Saved data entries:
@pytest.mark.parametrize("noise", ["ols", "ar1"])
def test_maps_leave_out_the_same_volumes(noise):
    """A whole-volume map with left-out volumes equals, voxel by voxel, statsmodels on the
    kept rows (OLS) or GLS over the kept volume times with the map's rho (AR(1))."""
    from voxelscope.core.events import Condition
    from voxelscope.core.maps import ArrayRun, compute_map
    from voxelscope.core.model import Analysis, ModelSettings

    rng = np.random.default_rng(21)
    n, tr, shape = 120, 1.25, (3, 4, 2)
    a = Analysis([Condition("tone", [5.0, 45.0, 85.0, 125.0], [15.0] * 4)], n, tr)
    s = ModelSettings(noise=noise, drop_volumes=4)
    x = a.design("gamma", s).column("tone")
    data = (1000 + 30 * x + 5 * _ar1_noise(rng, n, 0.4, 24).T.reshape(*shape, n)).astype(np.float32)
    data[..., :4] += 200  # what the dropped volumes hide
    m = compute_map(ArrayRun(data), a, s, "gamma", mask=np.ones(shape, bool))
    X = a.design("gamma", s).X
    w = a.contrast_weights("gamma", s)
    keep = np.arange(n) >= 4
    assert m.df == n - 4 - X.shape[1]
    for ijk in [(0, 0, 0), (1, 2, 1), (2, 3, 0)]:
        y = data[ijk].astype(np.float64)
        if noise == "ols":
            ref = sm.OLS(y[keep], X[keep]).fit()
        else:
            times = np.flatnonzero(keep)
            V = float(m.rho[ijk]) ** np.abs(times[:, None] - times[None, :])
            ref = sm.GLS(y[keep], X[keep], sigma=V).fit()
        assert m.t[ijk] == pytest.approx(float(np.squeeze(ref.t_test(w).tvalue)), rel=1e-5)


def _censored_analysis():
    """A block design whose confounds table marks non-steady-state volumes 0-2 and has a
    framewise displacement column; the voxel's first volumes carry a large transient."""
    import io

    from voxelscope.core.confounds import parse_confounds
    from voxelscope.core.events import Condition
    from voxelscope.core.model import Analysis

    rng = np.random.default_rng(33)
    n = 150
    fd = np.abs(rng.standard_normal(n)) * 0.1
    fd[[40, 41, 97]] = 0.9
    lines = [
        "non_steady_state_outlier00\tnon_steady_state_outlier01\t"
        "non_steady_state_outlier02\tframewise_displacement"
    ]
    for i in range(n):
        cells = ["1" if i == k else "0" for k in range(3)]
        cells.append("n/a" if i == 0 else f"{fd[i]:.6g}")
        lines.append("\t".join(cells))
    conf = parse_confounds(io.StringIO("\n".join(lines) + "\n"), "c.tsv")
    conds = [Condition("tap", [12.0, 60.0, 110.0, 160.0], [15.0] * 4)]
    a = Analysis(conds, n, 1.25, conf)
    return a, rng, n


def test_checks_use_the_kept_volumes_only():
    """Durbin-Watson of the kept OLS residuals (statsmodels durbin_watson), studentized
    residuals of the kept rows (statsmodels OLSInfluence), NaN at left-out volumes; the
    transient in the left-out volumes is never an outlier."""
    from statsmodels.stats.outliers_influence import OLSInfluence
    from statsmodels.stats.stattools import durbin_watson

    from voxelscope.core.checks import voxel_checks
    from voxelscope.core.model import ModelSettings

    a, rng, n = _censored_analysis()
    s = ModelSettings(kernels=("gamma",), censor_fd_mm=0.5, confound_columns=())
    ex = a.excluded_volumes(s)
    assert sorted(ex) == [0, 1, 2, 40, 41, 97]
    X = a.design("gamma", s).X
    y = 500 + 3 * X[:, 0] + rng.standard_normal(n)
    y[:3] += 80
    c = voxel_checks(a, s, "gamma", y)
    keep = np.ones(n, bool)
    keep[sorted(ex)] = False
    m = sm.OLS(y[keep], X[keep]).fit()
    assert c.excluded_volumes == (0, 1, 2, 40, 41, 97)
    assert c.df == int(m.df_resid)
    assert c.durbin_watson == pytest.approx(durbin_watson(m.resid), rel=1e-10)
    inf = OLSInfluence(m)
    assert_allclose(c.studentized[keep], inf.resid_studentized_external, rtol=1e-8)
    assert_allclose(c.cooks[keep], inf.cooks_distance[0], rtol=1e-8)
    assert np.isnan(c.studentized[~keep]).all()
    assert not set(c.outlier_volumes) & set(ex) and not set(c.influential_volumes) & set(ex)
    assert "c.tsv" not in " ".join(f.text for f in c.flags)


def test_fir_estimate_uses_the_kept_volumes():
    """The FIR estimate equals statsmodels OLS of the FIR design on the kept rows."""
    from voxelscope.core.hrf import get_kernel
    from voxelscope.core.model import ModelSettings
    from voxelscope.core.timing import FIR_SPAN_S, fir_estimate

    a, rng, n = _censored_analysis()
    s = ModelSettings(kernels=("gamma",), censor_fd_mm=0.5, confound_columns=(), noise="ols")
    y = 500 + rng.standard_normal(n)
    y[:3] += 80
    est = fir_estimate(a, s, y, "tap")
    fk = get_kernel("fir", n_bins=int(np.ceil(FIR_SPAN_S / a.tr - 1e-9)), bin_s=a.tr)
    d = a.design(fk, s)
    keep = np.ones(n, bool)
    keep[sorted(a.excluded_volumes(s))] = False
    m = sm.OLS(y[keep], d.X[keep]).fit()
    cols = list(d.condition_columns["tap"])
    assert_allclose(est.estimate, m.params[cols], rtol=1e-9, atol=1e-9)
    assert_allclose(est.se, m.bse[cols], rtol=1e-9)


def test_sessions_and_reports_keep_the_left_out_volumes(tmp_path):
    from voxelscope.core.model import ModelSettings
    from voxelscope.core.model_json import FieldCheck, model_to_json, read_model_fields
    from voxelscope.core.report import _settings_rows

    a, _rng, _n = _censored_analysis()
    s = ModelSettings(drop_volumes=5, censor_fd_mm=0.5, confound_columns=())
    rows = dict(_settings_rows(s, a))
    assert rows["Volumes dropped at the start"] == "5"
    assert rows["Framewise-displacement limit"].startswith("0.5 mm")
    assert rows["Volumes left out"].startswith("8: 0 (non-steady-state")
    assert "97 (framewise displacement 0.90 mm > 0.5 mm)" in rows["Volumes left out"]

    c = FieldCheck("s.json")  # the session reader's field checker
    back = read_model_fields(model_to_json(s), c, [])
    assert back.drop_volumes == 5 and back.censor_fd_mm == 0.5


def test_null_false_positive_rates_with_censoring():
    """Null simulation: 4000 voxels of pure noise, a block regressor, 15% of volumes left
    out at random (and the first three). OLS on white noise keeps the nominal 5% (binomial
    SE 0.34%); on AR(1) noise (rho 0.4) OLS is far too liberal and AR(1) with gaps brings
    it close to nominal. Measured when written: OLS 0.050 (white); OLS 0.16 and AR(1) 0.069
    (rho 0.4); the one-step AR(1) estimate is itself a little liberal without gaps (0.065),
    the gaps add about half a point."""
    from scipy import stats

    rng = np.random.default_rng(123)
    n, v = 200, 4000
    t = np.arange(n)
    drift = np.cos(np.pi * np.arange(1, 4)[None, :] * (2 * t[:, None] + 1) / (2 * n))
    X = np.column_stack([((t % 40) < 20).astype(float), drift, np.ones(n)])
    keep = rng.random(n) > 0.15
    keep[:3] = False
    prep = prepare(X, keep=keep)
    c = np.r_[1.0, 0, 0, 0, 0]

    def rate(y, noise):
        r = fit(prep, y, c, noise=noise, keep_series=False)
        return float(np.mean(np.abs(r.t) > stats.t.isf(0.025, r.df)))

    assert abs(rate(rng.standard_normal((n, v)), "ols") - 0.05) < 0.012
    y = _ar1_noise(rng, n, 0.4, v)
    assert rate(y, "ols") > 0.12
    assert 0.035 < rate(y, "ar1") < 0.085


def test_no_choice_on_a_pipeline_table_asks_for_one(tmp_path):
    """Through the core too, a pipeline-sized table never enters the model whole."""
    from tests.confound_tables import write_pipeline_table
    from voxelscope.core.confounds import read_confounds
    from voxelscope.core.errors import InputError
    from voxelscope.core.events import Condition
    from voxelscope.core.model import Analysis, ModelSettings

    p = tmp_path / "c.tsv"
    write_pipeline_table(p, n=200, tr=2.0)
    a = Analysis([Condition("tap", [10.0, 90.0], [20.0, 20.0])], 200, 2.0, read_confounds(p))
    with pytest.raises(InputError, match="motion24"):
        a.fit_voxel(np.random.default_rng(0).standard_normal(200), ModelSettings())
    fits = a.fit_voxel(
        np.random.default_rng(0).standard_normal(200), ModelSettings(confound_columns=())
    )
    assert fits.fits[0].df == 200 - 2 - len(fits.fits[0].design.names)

### WHAT YOU SHOULD DO
Every line above from the line with "it close to" to the line with "X = np.column_stack([((t", inclusive, must be returned exactly; no other line belongs in the reply.

### YOUR RESPONSE
    it close to nominal. Measured when written: OLS 0.050 (white); OLS 0.16 and AR(1) 0.069
    (rho 0.4); the one-step AR(1) estimate is itself a little liberal without gaps (0.065),
    the gaps add about half a point."""
    from scipy import stats

    rng = np.random.default_rng(123)
    n, v = 200, 4000
    t = np.arange(n)
    drift = np.cos(np.pi * np.arange(1, 4)[None, :] * (2 * t[:, None] + 1) / (2 * n))
    X = np.column_stack([((t % 40) < 20).astype(float), drift, np.ones(n)])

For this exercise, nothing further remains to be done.